- Type: NHS hospital trust
- Established: 1993
- Disbanded: 2021
- Budget: £316 million
- Hospitals: Royal Brompton Hospital; Harefield Hospital ;
- Website: https://www.rbht.nhs.uk/

= Royal Brompton and Harefield NHS Foundation Trust =

The Royal Brompton and Harefield NHS Foundation Trust was an NHS foundation trust which ran the Royal Brompton Hospital in Kensington and Harefield Hospital in Hillingdon, London, England.

The Trust has been centrally involved in a long running row over attempts to reduce the number of children's heart surgery units in England following the enquiry into deaths of children at Bristol Royal Infirmary. It was agreed in July 2012 to end children's surgery at the Brompton, Leeds and Leicester. after an unsuccessful judicial review action by the Trust. However, in June 2013 Jeremy Hunt suspended this plan and asked NHS England to reconsider and to produce a new report at the end of July(in November 2013).

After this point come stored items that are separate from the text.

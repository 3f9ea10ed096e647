import { z } from "zod";

const target = {
  studyId: z.string().min(1).max(64),
  /** Revision that the page showed. */
  base: z.number().int().nonnegative(),
  runId: z.string().min(1).max(64),
};

/** Bounds are readings' times in seconds on the trace's own clock; null gives the run back to the study's rule. */
export const windowSchema = z.object({
  ...target,
  window: z
    .object({ fromSeconds: z.number(), toSeconds: z.number() })
    .refine((window) => window.fromSeconds < window.toSeconds, "A window ends after it starts.")
    .nullable(),
});

export const timeZeroSchema = z.object({ ...target, timeZeroSeconds: z.number() });
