import type { Kysely, Transaction } from "kysely";
import type { Database, Handle } from "../database";
import type { BlobTable } from "./blob.table";

/**
 * Bytes by their SHA-256. A blob is begun without a name, takes its parts, and is sealed under its hash once whole;
 * equal bytes are kept once. Sealed blobs are never changed and never removed.
 */

/** The largest part: inserting it holds the writer for about 2 ms, 20 MB at once would for 100. */
export const PART_BYTES = 1024 ** 2;

export async function beginBlob(db: Handle, codec: BlobTable["codec"]): Promise<number> {
  const row = await db
    .insertInto("blob")
    .values({ sha256: null, state: "receiving", codec, size: 0, created_at: new Date().toISOString() })
    .returning("id")
    .executeTakeFirstOrThrow();
  return row.id;
}

/** Part `n`, counted from 0, of at most `PART_BYTES`. Outside a transaction it is one of its own. */
export async function appendPart(db: Handle, blobId: number, n: number, bytes: Uint8Array): Promise<void> {
  await db.insertInto("blob_part").values({ blob_id: blobId, n, bytes }).execute();
}

/**
 * Seals the blob under the hash and length of its bytes before `codec`. Where the same bytes are kept already the
 * blob stays unsealed and false comes back: drop it after the transaction.
 */
export async function sealBlob(
  trx: Transaction<Database>,
  blobId: number,
  content: { sha256: string; size: number },
): Promise<boolean> {
  if (await hasBlob(trx, content.sha256)) return false;
  const { numUpdatedRows } = await trx
    .updateTable("blob")
    .set({ state: "stored", sha256: content.sha256, size: content.size })
    .where("id", "=", blobId)
    .where("state", "=", "receiving")
    .executeTakeFirst();
  if (numUpdatedRows !== 1n) throw new Error(`Blob ${blobId} is gone or sealed already.`);
  return true;
}

async function hasBlob(db: Handle, sha256: string): Promise<boolean> {
  const row = await db.selectFrom("blob").select("id").where("sha256", "=", sha256).executeTakeFirst();
  return row !== undefined;
}

/** Removes a blob that was never sealed, part by part so that nobody waits for it. */
export async function dropBlob(db: Kysely<Database>, blobId: number): Promise<void> {
  const blob = await db.selectFrom("blob").select("state").where("id", "=", blobId).executeTakeFirst();
  if (blob === undefined || blob.state === "stored") return;
  const parts = await db.selectFrom("blob_part").select("n").where("blob_id", "=", blobId).execute();
  for (const { n } of parts) {
    await db.deleteFrom("blob_part").where("blob_id", "=", blobId).where("n", "=", n).execute();
  }
  await db.deleteFrom("blob").where("id", "=", blobId).where("state", "=", "receiving").execute();
}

It was named by the Health Service Journal as one of the top hundred NHS trusts to work for in 2015. At that time it had 3125 full-time equivalent staff and a sickness absence rate of 2.49%. 92% of staff recommend it as a place for treatment and 81% recommended it as a place to work.

The trust merged with Guy's and St Thomas' NHS Foundation Trust which took place in April 2021.

==Private patients==
About 12% of the trust's income came from private patients in 2014. The Brompton Private Patient Unit has opened an outpatients clinic in Harley Street.